Your objective:
Scan the data below for the string "Record". Show every line where it turns up.

Data for the task:
-=-=-=-=-
/**
 * The members of the WebAssembly JavaScript API that the kernels (rowKernel.ts, seriesKernel.ts,
 * csvRowsKernel.ts) use. They are
 * declared by TypeScript's DOM library only, which this Node project does not load.
 */
declare global {
  namespace WebAssembly {
    class Module {
      constructor(bytes: Uint8Array);
    }
    class Memory {
      constructor(descriptor: { initial: number; maximum?: number });
      readonly buffer: ArrayBuffer;
      /** Adds `pages` pages of 64 KiB (the old buffer is then detached); returns the old size in pages. */
      grow(pages: number): number;
    }
    class Instance {
      constructor(module: Module, imports?: Record<string, Record<string, unknown>>);
      readonly exports: Record<string, unknown>;
    }
  }
}

export {};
-=-=-=-=-
Exercise output:
      constructor(module: Module, imports?: Record<string, Record<string, unknown>>);
      readonly exports: Record<string, unknown>;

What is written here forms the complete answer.